■ What is required
From the entries below, give the number of lines where the word "coordinate" occurs, and nothing else.

■ Collected data entries
------------------------------------
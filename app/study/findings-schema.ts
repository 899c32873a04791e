import { z } from 'zod';
import type {
  Counterpoise,
  CurveFits,
  Dissociation,
  ExcitedState,
  Isotopologue,
  LevelFindings,
  Vibration,
  WellConstants,
  WellDepth,
} from '#engine';

/* The form of what is read off a curve, in a results file. */

/** JSON has no NaN and writes null for it, as the last energy of an iteration that ran away may be. */
export const number = z.union([z.number(), z.null().transform(() => Number.NaN)]);

export const minimum: z.ZodType<LevelFindings['minimum']> = z.discriminatedUnion('kind', [
  z.looseObject({
    kind: z.literal('found'),
    equilibriumDistance: z.number(),
    energy: z.number(),
    uncertainty: z.number(),
    onKink: z.literal(true).exactOptional(),
    others: z
      .array(z.looseObject({ equilibriumDistance: z.number(), energy: z.number(), uncertainty: z.number() }))
      .exactOptional(),
  }),
  z.looseObject({ kind: z.literal('atEdge'), coordinate: z.number() }),
  z.looseObject({ kind: z.literal('several'), near: z.array(z.number()) }),
  z.looseObject({ kind: z.literal('none'), reason: z.string() }),
]);

export const estimate = z.looseObject({ value: z.number(), uncertainty: z.number() });

const diatomicConstants = z.looseObject({
  masses: z.literal('atomic'),
  reducedMassDalton: z.number(),
  harmonicWavenumberPerCm: estimate,
  anharmonicityPerCm: estimate,
  rotationalConstantPerCm: estimate,
  vibrationRotationCouplingPerCm: estimate,
  centrifugalDistortionPerCm: estimate,
});

export const constants: z.ZodType<WellConstants> = z.looseObject({
  equilibriumDistanceAngstrom: estimate,
  forceConstantNewtonPerMetre: estimate,
  diatomic: diatomicConstants.exactOptional(),
  withoutDiatomic: z.string().exactOptional(),
});

const fragment = z.looseObject({
  atoms: z.array(z.number()),
  charge: z.number(),
  multiplicity: z.number(),
  energy: z.number(),
  level: z.string(),
  startedFrom: z.number().exactOptional(),
  correlation: z.number().exactOptional(),
  excitation: z.number().exactOptional(),
});

export const dissociation: z.ZodType<Dissociation> = z.discriminatedUnion('kind', [
  z.looseObject({
    kind: z.literal('found'),
    energy: z.number(),
    fragments: z.tuple([fragment, fragment]),
    farEndAbove: z.number().exactOptional(),
  }),
  z.looseObject({ kind: z.literal('none'), reason: z.string() }),
]);

export const wellDepth: z.ZodType<WellDepth> = z.discriminatedUnion('against', [
  z.looseObject({ value: z.number(), against: z.literal('farEnd'), farEnd: z.number() }),
  z.looseObject({
    value: z.number(),
    against: z.literal('fragments'),
    farEnd: z.number(),
    valueAgainstFarEnd: z.number(),
  }),
]);

const superposition = z.looseObject({ energyInWholeBasis: z.number(), error: z.number() });

export const counterpoise: z.ZodType<Counterpoise> = z.discriminatedUnion('kind', [
  z.looseObject({
    kind: z.literal('found'),
    fragments: z.tuple([superposition, superposition]),
    error: z.number(),
    wellDepth: z.number(),
    alongCurve: z.array(z.number().nullable()).exactOptional(),
  }),
  z.looseObject({ kind: z.literal('none'), reason: z.string() }),
]);

const rotatingLevel = { v: z.number(), energyPerCm: z.number(), uncertaintyPerCm: number };

export const vibration: z.ZodType<Vibration> = z.discriminatedUnion('kind', [
  z.looseObject({
    kind: z.literal('found'),
    levels: z.array(
      z.looseObject({
        ...rotatingLevel,
        rotationalConstantPerCm: z.number(),
        centrifugalDistortionPerCm: z.number().exactOptional(),
      }),
    ),
    rotating: z
      .array(
        z.looseObject({
          rotation: z.number(),
          levels: z.array(z.looseObject(rotatingLevel)),
          quasiBound: z.array(z.looseObject({ ...rotatingLevel, widthPerCm: z.number() })),
          barrierPerCm: z.number().exactOptional(),
          converged: z.boolean(),
        }),
      )
      .exactOptional(),
    zeroPointPerCm: z.number(),
    d0: z.number().exactOptional(),
    boundLevels: z.number(),
    converged: z.boolean(),
    beyondComputedRange: z.array(z.number()),
    interpolationErrorPerCm: z.number(),
    pointsAdded: z.number(),
    reducedMassDalton: z.number(),
  }),
  z.looseObject({
    kind: z.literal('none'),
    reason: z.string(),
    isDoubtful: z.literal(true).exactOptional(),
  }),
]);

export const isotopologue: z.ZodType<Isotopologue> = z.looseObject({
  massNumbers: z.array(z.number()),
  reducedMassDalton: z.number(),
  constants: diatomicConstants.exactOptional(),
  vibration,
});

const fitQuality = {
  rootMeanSquarePerCm: z.number(),
  largestPerCm: z.number(),
  points: z.number(),
  range: z.tuple([z.number(), z.number()]),
};
const fittedForm = {
  ...fitQuality,
  depth: z.number(),
  equilibriumDistanceBohr: z.number(),
  limit: z.number(),
  limitIsFixed: z.boolean(),
};

export const fits: z.ZodType<CurveFits> = z.looseObject({
  morse: z.looseObject({ ...fittedForm, steepnessPerBohr: z.number() }).exactOptional(),
  extendedRydberg: z
    .looseObject({ ...fittedForm, coefficientsInBohr: z.tuple([z.number(), z.number(), z.number()]) })
    .exactOptional(),
  dunham: z
    .looseObject({
      ...fitQuality,
      energy: z.number(),
      equilibriumDistanceBohr: z.number(),
      leading: z.number(),
      coefficients: z.tuple([z.number(), z.number(), z.number(), z.number()]),
    })
    .exactOptional(),
});

export const excitedState: z.ZodType<ExcitedState> = z.looseObject({
  curve: z.number(),
  minimum,
  minimumFrom: z.enum(['computed', 'interpolated']).exactOptional(),
  constants: constants.exactOptional(),
  vertical: z
    .looseObject({
      coordinate: z.number(),
      energy: estimate,
      oscillatorStrength: number.exactOptional(),
      transitionDipole: number.exactOptional(),
    })
    .exactOptional(),
  adiabatic: estimate.exactOptional(),
  zeroPointToZeroPoint: estimate.exactOptional(),
  dissociation: dissociation.exactOptional(),
  wellDepth: wellDepth.exactOptional(),
  transitionMoments: z.array(
    z.looseObject({ coordinate: z.number(), dipole: number, oscillatorStrength: number }),
  ),
  vibration: vibration.exactOptional(),
  franckCondon: z
    .looseObject({
      factors: z.array(z.array(number)),
      sums: z.array(number),
      boundLevels: z.number(),
      uncertainty: number,
      converged: z.boolean(),
    })
    .exactOptional(),
});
------------------------------------
■ Finished task
3